(Collected data entries)
------------------------------------------------
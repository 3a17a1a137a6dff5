import "server-only";
import { and, asc, desc, eq, inArray, isNull, sql } from "drizzle-orm";
import { db, schema } from "@/db";
import type { PrintMethod, PrintOutputKind } from "@/lib/domain";
import { pieceVerdictOverFiles, requiredFilesOf } from "@/lib/pieces/separations";
import type { PreflightPiece } from "@/lib/print/preflight";

type Tx = Parameters<Parameters<typeof db.transaction>[0]>[0];

const o = schema.printOutputs;
const a = schema.anthologies;
const p = schema.pieces;
const pp = schema.piecePages;
const fv = schema.fileVersions;
const s = schema.pageSlots;
const ps = schema.pageSeparations;

export type PrintOutput = typeof o.$inferSelect;

/** The outputs an anthology has, newest first (at most `limit`). */
export async function listOutputs(anthologyId: number, limit = 60): Promise<PrintOutput[]> {
  return db
    .select()
    .from(o)
    .where(eq(o.anthologyId, anthologyId))
    .orderBy(desc(o.createdAt), desc(o.id))
    .limit(limit);
}

export async function findOutput(id: number): Promise<PrintOutput | undefined> {
  const [row] = await db.select().from(o).where(eq(o.id, id)).limit(1);
  return row;
}

export interface NewOutput {
  kind: PrintOutputKind;
  ink: string | null;
  mapVersion: number;
  sheet: { name: string; widthMm: number; heightMm: number } | null;
  pagesTotal: number;
}

/** Inserts queued outputs and returns their ids in the same order. */
export async function createOutputs(
  anthologyId: number,
  requestedBy: string,
  outputs: NewOutput[],
): Promise<number[]> {
  const ids: number[] = [];
  await db.transaction(async (tx) => {
    for (const out of outputs) {
      const [row] = await tx
        .insert(o)
        .values({
          anthologyId,
          kind: out.kind,
          ink: out.ink,
          state: "queued",
          mapVersion: out.mapVersion,
          sheetName: out.sheet?.name ?? null,
          sheetWidthMm: out.sheet?.widthMm ?? null,
          sheetHeightMm: out.sheet?.heightMm ?? null,
          pagesTotal: out.pagesTotal,
          requestedBy,
        })
        .$returningId();
      if (!row) throw new Error("print output insert returned no id");
      ids.push(row.id);
    }
  });
  return ids;
}

export async function setJobId(id: number, jobId: string): Promise<void> {
  await db.update(o).set({ jobId }).where(eq(o.id, id));
}

/**
 * Claims a queued output for a worker; false when another worker has it or it is finished.
 * `retake` also takes a running one: the queue hands a job again only when its worker stopped
 * answering (a stalled job), so the row's run is abandoned.
 */
export async function claimOutput(id: number, { retake = false } = {}): Promise<boolean> {
  const [result] = await db
    .update(o)
    .set({ state: "running", pagesDone: 0, error: null })
    .where(
      and(eq(o.id, id), retake ? inArray(o.state, ["queued", "running"]) : eq(o.state, "queued")),
    );
  return (result as { affectedRows?: number }).affectedRows === 1;
}

export async function saveProgress(id: number, done: number, total: number): Promise<void> {
  await db
    .update(o)
    .set({ pagesDone: done, pagesTotal: total })
    .where(and(eq(o.id, id), eq(o.state, "running")));
}

export async function markFailed(id: number, message: string): Promise<void> {
  await db
    .update(o)
    .set({ state: "failed", error: message.slice(0, 4000), finishedAt: new Date() })
    .where(eq(o.id, id));
}

/**
 * Marks an output done, under the anthology's row lock (which every map change takes), so a map
 * change cannot slip between the last check and the finish: false when the map moved on.
 * Stale at once when a file it used stopped being current meanwhile.
 */
export async function markDone(
  id: number,
  anthologyId: number,
  mapVersion: number,
  file: { storageKey: string; fileName: string; sizeBytes: number; pageCount: number },
  usedVersionIds: number[],
): Promise<boolean> {
  return db.transaction(async (tx) => {
    const [row] = await tx
      .select({ version: a.mapVersion })
      .from(a)
      .where(eq(a.id, anthologyId))
      .for("update");
    if (!row || row.version !== mapVersion) return false;
    let stillCurrent = 0;
    if (usedVersionIds.length) {
      const [n] = await tx
        .select({ n: sql<number>`count(*)` })
        .from(pp)
        .where(inArray(pp.currentVersionId, usedVersionIds));
      stillCurrent = Number(n?.n ?? 0);
    }
    const now = new Date();
    await tx
      .update(o)
      .set({
        state: "done",
        ...file,
        finishedAt: now,
        error: null,
        staleAt: stillCurrent === usedVersionIds.length ? null : now,
        pagesDone: sql`${o.pagesTotal}`,
      })
      .where(eq(o.id, id));
    return true;
  });
}

/**
 * Marks every finished, fresh output of the anthology stale: the map or a file changed since it
 * was made. Runs inside the caller's transaction when given one.
 */
export async function markOutputsStale(
  anthologyId: number,
  tx: Tx | typeof db = db,
): Promise<void> {
  await tx
    .update(o)
    .set({ staleAt: new Date() })
    .where(and(eq(o.anthologyId, anthologyId), eq(o.state, "done"), isNull(o.staleAt)));
}

/** The anthology a piece belongs to (for marking outputs stale after a file changes). */
export async function anthologyOfPiece(pieceId: number, tx: Tx | typeof db = db) {
  const [row] = await tx.select({ id: p.anthologyId }).from(p).where(eq(p.id, pieceId));
  return row?.id ?? null;
}

/** One placed page's current file, for the producer. */
export interface PlacedFile {
  pieceId: number;
  pageIndex: number;
  versionId: number;
  storageKey: string;
  fileName: string;
  mimeType: string;
}

export interface PieceForPrint {
  id: number;
  title: string;
  inks: string[];
  creditLine: string;
  creditApprovedAt: Date | null;
  pages: {
    pageIndex: number;
    /** The page's one file (for a piece sent as masters: a colour guide, not printed). */
    file: PlacedFile | null;
    /** Worst verdict over the files the page needs: its one file, or one master per ink. */
    verdict: string | null;
    /** The current master of each ink, for pieces sent as one file per ink. */
    separations: Record<string, PlacedFile>;
  }[];
}

/** The pieces on the map with their pages' current files, masters and verdicts. */
export async function piecesOnMap(anthology: {
  id: number;
  printMethod: PrintMethod;
}): Promise<PieceForPrint[]> {
  const onMap = db
    .select({ id: s.pieceId })
    .from(s)
    .where(and(eq(s.anthologyId, anthology.id), sql`${s.pieceId} IS NOT NULL`));
  const file = {
    versionId: fv.id,
    storageKey: fv.storageKey,
    fileName: fv.fileName,
    mimeType: fv.mimeType,
    verdict: fv.verdict,
  };
  const rows = await db
    .select({
      id: p.id,
      title: p.title,
      inks: p.inks,
      creditLine: p.creditLine,
      creditApprovedAt: p.creditApprovedAt,
      pageId: pp.id,
      pageIndex: pp.pageIndex,
      ...file,
    })
    .from(p)
    .innerJoin(pp, eq(pp.pieceId, p.id))
    .leftJoin(fv, eq(fv.id, pp.currentVersionId))
    .where(and(eq(p.anthologyId, anthology.id), inArray(p.id, onMap)))
    .orderBy(asc(p.id), asc(pp.pageIndex));
  const masters = rows.length
    ? await db
        .select({ pageId: ps.piecePageId, ink: ps.ink, ...file })
        .from(ps)
        .innerJoin(fv, eq(fv.id, ps.currentVersionId))
        .where(
          inArray(
            ps.piecePageId,
            rows.map((r) => r.pageId),
          ),
        )
    : [];
  const placedFile = (
    pieceId: number,
    pageIndex: number,
    r: {
      versionId: number | null;
      storageKey: string | null;
      fileName: string | null;
      mimeType: string | null;
    },
  ): PlacedFile | null =>
    r.versionId === null
      ? null
      : {
          pieceId,
          pageIndex,
          versionId: r.versionId,
          storageKey: r.storageKey!,
          fileName: r.fileName!,
          mimeType: r.mimeType!,
        };
  const byId = new Map<number, PieceForPrint>();
  for (const r of rows) {
    const inks = Array.isArray(r.inks) ? r.inks : [];
    const piece = byId.get(r.id) ?? {
      id: r.id,
      title: r.title,
      inks,
      creditLine: r.creditLine,
      creditApprovedAt: r.creditApprovedAt,
      pages: [],
    };
    const own = masters.filter((m) => m.pageId === r.pageId);
    const required = requiredFilesOf(anthology, { inks });
    piece.pages.push({
      pageIndex: r.pageIndex,
      file: placedFile(r.id, r.pageIndex, r),
      verdict: pieceVerdictOverFiles(required, [
        {
          composite: r.versionId === null ? null : r.verdict,
          separations: Object.fromEntries(own.map((m) => [m.ink, m.verdict])),
        },
      ]),
      separations: Object.fromEntries(own.map((m) => [m.ink, placedFile(r.id, r.pageIndex, m)!])),
    });
    byId.set(r.id, piece);
  }
  return [...byId.values()];
}

/** The preflight's view of the pieces on the map. */
export function preflightPieces(pieces: PieceForPrint[]): PreflightPiece[] {
  return pieces.map((x) => ({
    id: x.id,
    title: x.title,
    creditApprovedAt: x.creditApprovedAt,
    pages: x.pages.map((pg) => ({
      pageIndex: pg.pageIndex,
      verdict: pg.verdict,
      fileName: Object.keys(pg.separations).length
        ? Object.values(pg.separations)
            .map((f) => f.fileName)
            .join(", ")
        : (pg.file?.fileName ?? null),
    })),
  }));
}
------------------------------------------------
■ **REQUIREMENT**:
What do the lines above say from the one containing "kind: PrintOutputKind;" down to the one containing "its worker stopped"? Return them exactly, both end lines included, and only them.

■ **OUTPUT OF THE EXERCISE**:
  kind: PrintOutputKind;
  ink: string | null;
  mapVersion: number;
  sheet: { name: string; widthMm: number; heightMm: number } | null;
  pagesTotal: number;
}

/** Inserts queued outputs and returns their ids in the same order. */
export async function createOutputs(
  anthologyId: number,
  requestedBy: string,
  outputs: NewOutput[],
): Promise<number[]> {
  const ids: number[] = [];
  await db.transaction(async (tx) => {
    for (const out of outputs) {
      const [row] = await tx
        .insert(o)
        .values({
          anthologyId,
          kind: out.kind,
          ink: out.ink,
          state: "queued",
          mapVersion: out.mapVersion,
          sheetName: out.sheet?.name ?? null,
          sheetWidthMm: out.sheet?.widthMm ?? null,
          sheetHeightMm: out.sheet?.heightMm ?? null,
          pagesTotal: out.pagesTotal,
          requestedBy,
        })
        .$returningId();
      if (!row) throw new Error("print output insert returned no id");
      ids.push(row.id);
    }
  });
  return ids;
}

export async function setJobId(id: number, jobId: string): Promise<void> {
  await db.update(o).set({ jobId }).where(eq(o.id, id));
}

/**
 * Claims a queued output for a worker; false when another worker has it or it is finished.
 * `retake` also takes a running one: the queue hands a job again only when its worker stopped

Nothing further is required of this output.